■ Assignment:
From the records below, take each line where the string "view" shows up and copy it.

Saved data entries
——————

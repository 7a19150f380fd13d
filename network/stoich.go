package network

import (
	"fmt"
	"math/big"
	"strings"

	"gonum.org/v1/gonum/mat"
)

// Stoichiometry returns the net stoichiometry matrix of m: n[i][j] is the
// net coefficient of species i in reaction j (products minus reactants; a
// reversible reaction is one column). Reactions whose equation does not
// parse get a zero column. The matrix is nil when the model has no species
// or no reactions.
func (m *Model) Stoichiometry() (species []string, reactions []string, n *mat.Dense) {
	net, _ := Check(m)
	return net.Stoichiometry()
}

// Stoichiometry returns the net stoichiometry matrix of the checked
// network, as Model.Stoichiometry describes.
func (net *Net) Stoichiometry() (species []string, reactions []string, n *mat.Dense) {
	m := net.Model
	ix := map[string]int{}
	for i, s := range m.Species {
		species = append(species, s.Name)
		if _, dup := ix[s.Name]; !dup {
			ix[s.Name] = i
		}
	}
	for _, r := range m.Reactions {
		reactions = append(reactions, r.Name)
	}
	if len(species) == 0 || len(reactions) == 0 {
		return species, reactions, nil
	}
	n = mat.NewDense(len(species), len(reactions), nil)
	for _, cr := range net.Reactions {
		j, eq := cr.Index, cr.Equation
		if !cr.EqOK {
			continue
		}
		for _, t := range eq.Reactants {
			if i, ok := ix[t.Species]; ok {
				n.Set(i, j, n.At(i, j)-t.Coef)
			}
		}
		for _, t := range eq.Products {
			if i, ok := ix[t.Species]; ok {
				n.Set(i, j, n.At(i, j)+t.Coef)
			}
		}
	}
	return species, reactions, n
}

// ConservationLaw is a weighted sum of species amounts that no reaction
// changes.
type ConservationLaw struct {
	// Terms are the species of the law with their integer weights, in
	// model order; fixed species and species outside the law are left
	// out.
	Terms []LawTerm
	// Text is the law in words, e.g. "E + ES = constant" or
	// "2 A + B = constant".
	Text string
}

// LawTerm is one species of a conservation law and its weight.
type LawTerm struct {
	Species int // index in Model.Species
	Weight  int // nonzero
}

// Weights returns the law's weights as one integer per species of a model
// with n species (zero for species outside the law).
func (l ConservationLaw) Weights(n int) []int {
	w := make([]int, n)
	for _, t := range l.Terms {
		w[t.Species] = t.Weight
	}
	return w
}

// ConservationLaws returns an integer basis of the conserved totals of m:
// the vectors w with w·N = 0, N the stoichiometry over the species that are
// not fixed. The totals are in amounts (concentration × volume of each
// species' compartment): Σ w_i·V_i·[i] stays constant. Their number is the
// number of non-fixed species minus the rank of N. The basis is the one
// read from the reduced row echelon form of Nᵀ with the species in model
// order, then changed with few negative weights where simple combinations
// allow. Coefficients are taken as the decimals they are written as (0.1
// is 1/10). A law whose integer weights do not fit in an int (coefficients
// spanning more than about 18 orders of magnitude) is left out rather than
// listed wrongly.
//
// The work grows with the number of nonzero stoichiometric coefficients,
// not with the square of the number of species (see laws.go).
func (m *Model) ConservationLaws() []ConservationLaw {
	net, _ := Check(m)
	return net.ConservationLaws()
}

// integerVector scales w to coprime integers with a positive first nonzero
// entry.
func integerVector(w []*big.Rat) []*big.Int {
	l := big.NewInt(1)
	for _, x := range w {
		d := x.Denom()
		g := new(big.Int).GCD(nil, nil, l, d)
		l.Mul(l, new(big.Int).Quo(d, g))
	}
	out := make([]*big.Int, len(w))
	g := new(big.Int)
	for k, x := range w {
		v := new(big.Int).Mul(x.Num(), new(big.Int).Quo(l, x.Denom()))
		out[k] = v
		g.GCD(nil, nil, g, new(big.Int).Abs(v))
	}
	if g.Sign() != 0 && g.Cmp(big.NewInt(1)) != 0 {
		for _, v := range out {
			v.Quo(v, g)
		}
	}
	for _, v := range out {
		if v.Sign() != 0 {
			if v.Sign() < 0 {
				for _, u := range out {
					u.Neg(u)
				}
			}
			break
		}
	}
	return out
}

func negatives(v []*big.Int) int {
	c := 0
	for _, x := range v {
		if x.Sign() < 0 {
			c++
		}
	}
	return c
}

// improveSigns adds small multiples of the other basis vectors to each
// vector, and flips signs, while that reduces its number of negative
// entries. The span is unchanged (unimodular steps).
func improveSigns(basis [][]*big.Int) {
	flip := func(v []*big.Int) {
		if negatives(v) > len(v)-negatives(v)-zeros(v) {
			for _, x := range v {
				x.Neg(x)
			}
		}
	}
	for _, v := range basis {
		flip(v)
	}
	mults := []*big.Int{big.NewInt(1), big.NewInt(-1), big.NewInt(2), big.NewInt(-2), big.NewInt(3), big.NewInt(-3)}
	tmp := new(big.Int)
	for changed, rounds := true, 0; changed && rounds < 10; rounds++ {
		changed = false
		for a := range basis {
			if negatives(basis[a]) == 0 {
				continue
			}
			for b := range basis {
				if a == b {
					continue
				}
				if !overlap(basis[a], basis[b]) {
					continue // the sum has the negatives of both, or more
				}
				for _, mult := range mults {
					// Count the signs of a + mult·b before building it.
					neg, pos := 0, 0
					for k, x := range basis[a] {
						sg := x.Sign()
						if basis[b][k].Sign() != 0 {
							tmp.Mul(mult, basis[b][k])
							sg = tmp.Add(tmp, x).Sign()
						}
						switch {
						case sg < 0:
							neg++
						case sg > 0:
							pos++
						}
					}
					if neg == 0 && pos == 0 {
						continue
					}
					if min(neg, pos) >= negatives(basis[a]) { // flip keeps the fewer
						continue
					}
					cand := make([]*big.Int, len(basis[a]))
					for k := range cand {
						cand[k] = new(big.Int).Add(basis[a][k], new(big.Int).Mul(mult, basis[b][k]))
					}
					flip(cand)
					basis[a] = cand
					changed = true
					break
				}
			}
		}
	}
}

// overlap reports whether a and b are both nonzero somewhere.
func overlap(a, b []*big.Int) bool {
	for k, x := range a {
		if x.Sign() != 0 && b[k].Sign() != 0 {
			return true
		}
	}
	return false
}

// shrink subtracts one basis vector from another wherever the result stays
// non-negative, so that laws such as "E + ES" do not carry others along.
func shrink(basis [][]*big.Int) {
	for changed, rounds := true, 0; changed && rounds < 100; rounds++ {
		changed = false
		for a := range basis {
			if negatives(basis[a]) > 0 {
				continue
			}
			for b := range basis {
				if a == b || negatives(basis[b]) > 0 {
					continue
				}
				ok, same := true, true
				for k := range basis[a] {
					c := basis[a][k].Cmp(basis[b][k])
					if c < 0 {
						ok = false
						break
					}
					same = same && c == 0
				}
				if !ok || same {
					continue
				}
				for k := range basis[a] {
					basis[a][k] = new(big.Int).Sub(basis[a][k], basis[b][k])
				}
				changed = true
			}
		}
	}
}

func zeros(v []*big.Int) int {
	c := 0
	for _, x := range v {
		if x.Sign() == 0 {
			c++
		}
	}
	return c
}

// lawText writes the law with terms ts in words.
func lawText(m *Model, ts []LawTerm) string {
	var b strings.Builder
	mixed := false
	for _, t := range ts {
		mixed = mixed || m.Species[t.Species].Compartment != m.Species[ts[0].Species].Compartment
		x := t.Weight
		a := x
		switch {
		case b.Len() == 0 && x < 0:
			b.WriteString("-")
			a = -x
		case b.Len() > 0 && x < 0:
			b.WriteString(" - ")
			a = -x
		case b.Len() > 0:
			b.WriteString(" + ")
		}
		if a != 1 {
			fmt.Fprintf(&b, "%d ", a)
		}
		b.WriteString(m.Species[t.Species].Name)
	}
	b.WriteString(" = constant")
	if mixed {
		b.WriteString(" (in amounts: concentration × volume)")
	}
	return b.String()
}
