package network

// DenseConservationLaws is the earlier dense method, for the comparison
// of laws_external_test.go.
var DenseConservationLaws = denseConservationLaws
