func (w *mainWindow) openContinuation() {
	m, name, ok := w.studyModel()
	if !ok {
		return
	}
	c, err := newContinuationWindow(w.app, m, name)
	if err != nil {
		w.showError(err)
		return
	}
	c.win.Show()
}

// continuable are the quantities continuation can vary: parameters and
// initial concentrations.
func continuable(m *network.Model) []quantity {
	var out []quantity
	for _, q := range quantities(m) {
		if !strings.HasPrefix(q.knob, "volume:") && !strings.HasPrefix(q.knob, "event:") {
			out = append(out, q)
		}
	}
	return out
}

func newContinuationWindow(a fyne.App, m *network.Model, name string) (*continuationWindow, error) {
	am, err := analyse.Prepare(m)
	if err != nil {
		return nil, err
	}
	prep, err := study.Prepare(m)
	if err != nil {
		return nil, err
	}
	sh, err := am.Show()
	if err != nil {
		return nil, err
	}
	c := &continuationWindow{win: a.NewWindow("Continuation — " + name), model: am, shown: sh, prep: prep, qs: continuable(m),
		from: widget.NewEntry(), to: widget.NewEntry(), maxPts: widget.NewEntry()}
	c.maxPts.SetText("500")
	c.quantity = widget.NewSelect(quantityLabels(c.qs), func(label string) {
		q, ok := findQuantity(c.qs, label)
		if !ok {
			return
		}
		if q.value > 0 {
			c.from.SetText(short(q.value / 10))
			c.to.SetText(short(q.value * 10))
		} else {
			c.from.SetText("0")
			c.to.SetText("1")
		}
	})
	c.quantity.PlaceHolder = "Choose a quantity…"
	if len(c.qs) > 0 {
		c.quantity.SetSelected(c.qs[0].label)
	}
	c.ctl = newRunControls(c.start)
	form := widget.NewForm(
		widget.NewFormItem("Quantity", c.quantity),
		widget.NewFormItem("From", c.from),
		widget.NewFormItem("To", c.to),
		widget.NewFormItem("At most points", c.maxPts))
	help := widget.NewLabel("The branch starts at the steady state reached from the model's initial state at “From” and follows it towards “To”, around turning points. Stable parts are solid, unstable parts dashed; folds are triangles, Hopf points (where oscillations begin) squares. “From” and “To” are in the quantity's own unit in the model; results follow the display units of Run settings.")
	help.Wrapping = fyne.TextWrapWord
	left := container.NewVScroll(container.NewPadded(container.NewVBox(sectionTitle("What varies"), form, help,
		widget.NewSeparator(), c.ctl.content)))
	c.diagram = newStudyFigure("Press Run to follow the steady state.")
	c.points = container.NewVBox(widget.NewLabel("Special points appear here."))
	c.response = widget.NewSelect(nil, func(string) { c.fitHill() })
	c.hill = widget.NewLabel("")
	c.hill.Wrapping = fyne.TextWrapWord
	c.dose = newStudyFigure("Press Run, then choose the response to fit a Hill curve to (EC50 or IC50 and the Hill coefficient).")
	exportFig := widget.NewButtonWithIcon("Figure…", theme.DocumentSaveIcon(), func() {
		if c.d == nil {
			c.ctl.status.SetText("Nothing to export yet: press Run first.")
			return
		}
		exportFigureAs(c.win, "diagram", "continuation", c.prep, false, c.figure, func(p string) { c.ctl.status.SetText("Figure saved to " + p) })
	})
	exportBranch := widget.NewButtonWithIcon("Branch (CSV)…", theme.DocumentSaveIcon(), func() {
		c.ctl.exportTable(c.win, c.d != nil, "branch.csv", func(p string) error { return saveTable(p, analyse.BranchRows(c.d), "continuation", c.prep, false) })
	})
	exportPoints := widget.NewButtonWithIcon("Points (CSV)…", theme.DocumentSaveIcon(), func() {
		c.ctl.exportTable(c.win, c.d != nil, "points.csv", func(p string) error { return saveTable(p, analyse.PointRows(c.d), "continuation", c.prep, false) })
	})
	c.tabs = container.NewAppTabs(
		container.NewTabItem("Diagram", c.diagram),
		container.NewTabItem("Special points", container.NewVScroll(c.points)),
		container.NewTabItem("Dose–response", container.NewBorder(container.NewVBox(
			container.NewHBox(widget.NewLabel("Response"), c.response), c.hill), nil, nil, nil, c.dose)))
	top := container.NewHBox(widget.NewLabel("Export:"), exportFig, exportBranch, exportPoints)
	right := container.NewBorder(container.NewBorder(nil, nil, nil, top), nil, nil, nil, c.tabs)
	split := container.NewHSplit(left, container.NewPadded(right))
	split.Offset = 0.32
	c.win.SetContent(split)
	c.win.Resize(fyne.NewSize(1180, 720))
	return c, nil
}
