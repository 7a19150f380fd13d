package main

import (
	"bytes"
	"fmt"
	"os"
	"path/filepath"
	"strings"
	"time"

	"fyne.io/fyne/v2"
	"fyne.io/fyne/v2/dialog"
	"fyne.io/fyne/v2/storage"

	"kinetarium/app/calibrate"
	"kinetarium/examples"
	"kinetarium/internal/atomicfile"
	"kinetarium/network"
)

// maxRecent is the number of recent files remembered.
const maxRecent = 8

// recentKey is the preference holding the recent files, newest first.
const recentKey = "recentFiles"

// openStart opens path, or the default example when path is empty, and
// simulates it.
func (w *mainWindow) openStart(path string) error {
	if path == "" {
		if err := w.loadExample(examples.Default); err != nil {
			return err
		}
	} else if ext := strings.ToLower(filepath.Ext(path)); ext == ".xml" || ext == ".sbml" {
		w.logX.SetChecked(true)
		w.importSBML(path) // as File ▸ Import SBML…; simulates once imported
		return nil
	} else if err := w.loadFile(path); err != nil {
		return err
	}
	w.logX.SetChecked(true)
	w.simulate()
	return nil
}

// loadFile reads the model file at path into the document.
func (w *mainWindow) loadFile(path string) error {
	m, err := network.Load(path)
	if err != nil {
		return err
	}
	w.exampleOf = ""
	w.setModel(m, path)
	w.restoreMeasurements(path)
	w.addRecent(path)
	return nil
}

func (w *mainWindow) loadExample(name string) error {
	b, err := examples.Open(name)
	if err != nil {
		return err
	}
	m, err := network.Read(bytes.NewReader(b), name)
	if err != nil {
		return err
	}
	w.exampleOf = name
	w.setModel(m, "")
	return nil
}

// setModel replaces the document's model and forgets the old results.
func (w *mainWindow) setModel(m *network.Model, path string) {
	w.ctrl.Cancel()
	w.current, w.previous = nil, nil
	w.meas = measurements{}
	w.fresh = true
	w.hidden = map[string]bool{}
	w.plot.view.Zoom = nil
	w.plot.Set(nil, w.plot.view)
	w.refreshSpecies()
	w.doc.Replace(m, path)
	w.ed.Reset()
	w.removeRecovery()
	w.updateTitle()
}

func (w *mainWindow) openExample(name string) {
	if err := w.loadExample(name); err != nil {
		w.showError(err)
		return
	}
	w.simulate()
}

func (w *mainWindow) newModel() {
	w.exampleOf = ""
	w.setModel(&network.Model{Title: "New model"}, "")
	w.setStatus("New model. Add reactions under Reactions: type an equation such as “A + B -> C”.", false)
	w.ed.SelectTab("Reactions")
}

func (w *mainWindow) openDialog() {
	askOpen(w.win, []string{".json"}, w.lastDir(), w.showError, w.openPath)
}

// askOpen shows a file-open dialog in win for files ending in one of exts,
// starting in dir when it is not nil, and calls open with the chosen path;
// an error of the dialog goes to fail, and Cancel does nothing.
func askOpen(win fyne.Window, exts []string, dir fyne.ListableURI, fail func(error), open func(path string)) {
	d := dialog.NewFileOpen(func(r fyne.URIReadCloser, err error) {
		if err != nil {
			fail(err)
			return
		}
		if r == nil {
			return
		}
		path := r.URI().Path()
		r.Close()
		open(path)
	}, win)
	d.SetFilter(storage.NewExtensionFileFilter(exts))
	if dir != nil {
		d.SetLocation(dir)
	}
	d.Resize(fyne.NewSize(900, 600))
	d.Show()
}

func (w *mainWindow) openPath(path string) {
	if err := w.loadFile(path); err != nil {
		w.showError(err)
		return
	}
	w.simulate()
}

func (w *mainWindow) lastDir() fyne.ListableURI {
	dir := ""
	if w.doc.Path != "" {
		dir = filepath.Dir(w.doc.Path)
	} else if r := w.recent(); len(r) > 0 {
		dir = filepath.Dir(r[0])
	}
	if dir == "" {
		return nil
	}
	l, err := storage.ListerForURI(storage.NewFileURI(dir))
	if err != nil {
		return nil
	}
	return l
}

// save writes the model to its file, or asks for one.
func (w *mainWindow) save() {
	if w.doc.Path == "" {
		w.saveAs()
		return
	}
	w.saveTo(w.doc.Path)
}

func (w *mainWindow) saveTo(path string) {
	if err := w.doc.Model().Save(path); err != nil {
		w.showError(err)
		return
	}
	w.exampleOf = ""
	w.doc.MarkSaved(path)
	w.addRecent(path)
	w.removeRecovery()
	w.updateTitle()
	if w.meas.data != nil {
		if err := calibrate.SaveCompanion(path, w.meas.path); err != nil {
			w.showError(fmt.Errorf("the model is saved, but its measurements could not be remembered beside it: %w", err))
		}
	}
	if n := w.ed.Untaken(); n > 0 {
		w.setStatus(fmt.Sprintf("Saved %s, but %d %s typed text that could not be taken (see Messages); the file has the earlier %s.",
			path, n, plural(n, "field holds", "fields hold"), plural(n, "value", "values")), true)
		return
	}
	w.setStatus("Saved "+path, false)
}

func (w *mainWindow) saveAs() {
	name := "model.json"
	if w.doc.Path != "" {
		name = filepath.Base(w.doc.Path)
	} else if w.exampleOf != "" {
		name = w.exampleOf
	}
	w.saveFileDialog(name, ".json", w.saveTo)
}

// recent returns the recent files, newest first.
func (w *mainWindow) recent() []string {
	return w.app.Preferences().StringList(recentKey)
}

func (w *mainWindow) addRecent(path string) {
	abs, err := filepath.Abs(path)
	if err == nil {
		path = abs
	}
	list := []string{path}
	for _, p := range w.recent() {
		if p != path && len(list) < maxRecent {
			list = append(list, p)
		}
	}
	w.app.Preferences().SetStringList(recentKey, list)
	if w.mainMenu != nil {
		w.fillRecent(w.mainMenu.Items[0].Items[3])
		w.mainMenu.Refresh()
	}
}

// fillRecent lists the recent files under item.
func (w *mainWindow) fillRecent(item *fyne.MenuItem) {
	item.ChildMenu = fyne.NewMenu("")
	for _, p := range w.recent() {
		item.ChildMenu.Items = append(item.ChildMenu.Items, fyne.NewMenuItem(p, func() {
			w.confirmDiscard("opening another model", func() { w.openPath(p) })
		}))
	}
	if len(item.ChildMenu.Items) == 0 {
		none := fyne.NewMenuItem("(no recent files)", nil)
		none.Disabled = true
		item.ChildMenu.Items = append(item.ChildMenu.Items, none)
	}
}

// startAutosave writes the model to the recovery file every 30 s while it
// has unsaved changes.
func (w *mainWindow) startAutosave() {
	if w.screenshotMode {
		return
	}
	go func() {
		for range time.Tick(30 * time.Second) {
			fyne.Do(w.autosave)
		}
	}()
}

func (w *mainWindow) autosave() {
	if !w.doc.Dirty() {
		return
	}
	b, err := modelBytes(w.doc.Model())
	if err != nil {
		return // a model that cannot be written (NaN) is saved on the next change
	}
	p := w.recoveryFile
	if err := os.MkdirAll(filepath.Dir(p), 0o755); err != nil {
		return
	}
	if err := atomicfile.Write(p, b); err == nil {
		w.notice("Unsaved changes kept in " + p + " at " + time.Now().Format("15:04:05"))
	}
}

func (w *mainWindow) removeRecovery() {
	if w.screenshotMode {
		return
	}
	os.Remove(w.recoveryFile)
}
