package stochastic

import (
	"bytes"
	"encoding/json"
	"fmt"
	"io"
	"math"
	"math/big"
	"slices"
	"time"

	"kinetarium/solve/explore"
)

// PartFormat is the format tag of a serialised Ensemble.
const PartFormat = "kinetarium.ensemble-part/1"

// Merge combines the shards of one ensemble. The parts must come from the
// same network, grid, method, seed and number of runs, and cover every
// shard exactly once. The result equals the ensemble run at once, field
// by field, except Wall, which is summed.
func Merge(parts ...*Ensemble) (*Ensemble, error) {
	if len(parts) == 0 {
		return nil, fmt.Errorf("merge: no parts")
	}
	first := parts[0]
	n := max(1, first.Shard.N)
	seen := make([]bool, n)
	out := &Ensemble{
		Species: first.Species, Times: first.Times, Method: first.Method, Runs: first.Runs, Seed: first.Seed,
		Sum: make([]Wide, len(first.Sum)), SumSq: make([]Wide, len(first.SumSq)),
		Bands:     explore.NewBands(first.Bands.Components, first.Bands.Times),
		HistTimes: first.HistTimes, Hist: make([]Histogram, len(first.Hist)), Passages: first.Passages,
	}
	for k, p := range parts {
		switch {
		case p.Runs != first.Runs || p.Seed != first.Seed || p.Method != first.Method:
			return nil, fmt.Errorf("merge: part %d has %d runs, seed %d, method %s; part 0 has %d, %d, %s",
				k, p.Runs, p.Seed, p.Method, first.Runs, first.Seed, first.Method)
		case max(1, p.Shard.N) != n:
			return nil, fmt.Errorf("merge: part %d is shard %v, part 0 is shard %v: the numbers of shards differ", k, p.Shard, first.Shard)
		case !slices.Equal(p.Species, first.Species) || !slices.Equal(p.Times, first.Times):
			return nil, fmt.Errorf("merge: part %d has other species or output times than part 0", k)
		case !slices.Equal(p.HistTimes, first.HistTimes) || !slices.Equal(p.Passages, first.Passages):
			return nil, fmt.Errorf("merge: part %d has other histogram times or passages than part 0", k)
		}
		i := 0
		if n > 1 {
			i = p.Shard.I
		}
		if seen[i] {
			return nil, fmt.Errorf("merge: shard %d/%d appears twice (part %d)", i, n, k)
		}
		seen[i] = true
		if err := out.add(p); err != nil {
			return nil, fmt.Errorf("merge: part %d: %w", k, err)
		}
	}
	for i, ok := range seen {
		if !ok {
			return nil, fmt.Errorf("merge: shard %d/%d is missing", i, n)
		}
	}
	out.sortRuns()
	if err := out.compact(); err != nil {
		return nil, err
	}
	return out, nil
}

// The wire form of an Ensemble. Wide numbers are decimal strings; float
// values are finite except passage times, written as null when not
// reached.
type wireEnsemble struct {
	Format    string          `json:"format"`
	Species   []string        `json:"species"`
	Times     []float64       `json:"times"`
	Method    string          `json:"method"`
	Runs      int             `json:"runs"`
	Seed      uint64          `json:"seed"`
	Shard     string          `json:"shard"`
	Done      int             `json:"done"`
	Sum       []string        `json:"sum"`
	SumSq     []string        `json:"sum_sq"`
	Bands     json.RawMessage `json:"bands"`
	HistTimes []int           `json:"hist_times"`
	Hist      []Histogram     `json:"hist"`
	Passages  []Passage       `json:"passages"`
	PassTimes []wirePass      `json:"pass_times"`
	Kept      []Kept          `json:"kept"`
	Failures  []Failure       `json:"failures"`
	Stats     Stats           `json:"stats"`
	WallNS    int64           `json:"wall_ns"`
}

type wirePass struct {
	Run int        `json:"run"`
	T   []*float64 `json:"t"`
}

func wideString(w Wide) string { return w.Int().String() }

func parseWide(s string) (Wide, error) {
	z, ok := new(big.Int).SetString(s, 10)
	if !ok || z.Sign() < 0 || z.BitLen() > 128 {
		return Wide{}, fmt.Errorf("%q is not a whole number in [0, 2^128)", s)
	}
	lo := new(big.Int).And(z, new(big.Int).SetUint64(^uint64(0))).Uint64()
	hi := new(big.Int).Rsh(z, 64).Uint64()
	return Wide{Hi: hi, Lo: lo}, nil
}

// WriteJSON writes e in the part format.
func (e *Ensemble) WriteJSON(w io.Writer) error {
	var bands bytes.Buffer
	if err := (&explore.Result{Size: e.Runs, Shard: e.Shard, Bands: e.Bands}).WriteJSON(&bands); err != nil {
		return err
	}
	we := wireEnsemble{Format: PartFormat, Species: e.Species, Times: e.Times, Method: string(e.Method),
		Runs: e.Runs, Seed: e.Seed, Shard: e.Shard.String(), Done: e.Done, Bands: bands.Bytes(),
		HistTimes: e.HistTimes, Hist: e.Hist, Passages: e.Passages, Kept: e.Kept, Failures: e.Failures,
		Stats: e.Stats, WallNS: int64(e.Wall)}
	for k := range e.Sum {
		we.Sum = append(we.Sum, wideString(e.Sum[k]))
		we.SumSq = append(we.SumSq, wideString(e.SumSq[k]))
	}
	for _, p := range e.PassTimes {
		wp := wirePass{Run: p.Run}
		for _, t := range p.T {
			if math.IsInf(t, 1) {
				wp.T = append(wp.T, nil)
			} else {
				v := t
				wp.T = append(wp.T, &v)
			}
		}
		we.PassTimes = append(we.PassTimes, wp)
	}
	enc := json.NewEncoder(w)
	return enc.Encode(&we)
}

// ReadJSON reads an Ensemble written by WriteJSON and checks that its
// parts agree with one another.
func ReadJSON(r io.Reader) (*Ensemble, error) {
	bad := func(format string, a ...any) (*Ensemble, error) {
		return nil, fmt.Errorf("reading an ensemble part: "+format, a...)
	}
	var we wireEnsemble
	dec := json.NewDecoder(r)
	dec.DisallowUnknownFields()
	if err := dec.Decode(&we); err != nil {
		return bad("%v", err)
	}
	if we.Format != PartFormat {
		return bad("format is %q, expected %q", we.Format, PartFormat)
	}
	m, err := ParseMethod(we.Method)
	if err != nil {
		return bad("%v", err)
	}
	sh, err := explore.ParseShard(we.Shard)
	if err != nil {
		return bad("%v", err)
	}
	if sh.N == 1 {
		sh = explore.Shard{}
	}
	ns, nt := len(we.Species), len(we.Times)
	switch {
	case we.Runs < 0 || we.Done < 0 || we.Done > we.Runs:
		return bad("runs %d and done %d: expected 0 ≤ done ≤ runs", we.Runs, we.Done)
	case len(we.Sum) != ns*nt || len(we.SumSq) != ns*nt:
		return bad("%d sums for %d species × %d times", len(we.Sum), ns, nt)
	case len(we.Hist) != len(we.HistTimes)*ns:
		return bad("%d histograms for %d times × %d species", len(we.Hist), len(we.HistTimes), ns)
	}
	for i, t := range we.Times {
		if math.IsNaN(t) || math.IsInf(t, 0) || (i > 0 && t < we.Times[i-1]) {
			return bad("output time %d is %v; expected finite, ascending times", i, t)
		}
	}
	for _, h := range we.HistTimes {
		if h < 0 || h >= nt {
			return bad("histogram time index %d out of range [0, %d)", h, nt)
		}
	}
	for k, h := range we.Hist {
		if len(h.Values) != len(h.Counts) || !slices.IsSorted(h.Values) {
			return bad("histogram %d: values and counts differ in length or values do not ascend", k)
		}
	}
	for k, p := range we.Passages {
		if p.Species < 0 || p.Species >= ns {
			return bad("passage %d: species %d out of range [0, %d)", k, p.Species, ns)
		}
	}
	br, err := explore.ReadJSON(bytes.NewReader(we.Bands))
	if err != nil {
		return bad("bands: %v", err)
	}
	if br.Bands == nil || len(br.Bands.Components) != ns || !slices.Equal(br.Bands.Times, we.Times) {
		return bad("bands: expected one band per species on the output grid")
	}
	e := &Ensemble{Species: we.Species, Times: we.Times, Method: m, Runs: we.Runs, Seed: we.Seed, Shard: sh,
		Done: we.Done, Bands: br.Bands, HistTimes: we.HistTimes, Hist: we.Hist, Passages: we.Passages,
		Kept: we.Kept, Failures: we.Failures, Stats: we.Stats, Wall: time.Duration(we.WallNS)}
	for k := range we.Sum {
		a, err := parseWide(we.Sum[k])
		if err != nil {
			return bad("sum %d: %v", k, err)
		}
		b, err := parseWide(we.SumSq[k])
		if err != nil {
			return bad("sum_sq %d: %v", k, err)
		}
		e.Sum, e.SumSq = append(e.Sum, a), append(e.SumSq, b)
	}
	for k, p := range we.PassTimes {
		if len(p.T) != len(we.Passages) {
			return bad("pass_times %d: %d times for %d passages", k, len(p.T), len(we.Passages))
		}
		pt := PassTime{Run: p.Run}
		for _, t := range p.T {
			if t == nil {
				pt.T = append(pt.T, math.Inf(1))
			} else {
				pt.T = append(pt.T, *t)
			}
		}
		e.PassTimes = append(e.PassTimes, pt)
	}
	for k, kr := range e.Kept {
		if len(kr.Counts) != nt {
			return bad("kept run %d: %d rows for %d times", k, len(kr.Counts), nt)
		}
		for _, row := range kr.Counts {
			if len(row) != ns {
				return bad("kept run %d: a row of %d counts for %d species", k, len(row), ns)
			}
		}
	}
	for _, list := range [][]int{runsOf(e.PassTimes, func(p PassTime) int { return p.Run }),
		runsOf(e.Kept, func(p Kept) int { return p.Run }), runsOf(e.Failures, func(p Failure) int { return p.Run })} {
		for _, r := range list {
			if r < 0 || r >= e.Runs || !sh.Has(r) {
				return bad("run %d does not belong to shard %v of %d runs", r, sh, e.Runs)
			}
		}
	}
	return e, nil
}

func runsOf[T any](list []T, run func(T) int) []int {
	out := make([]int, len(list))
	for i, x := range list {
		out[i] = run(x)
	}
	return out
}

——————

■ Answer to the exercise:
	w.plot.view.Zoom = nil
	w.plot.Set(nil, w.plot.view)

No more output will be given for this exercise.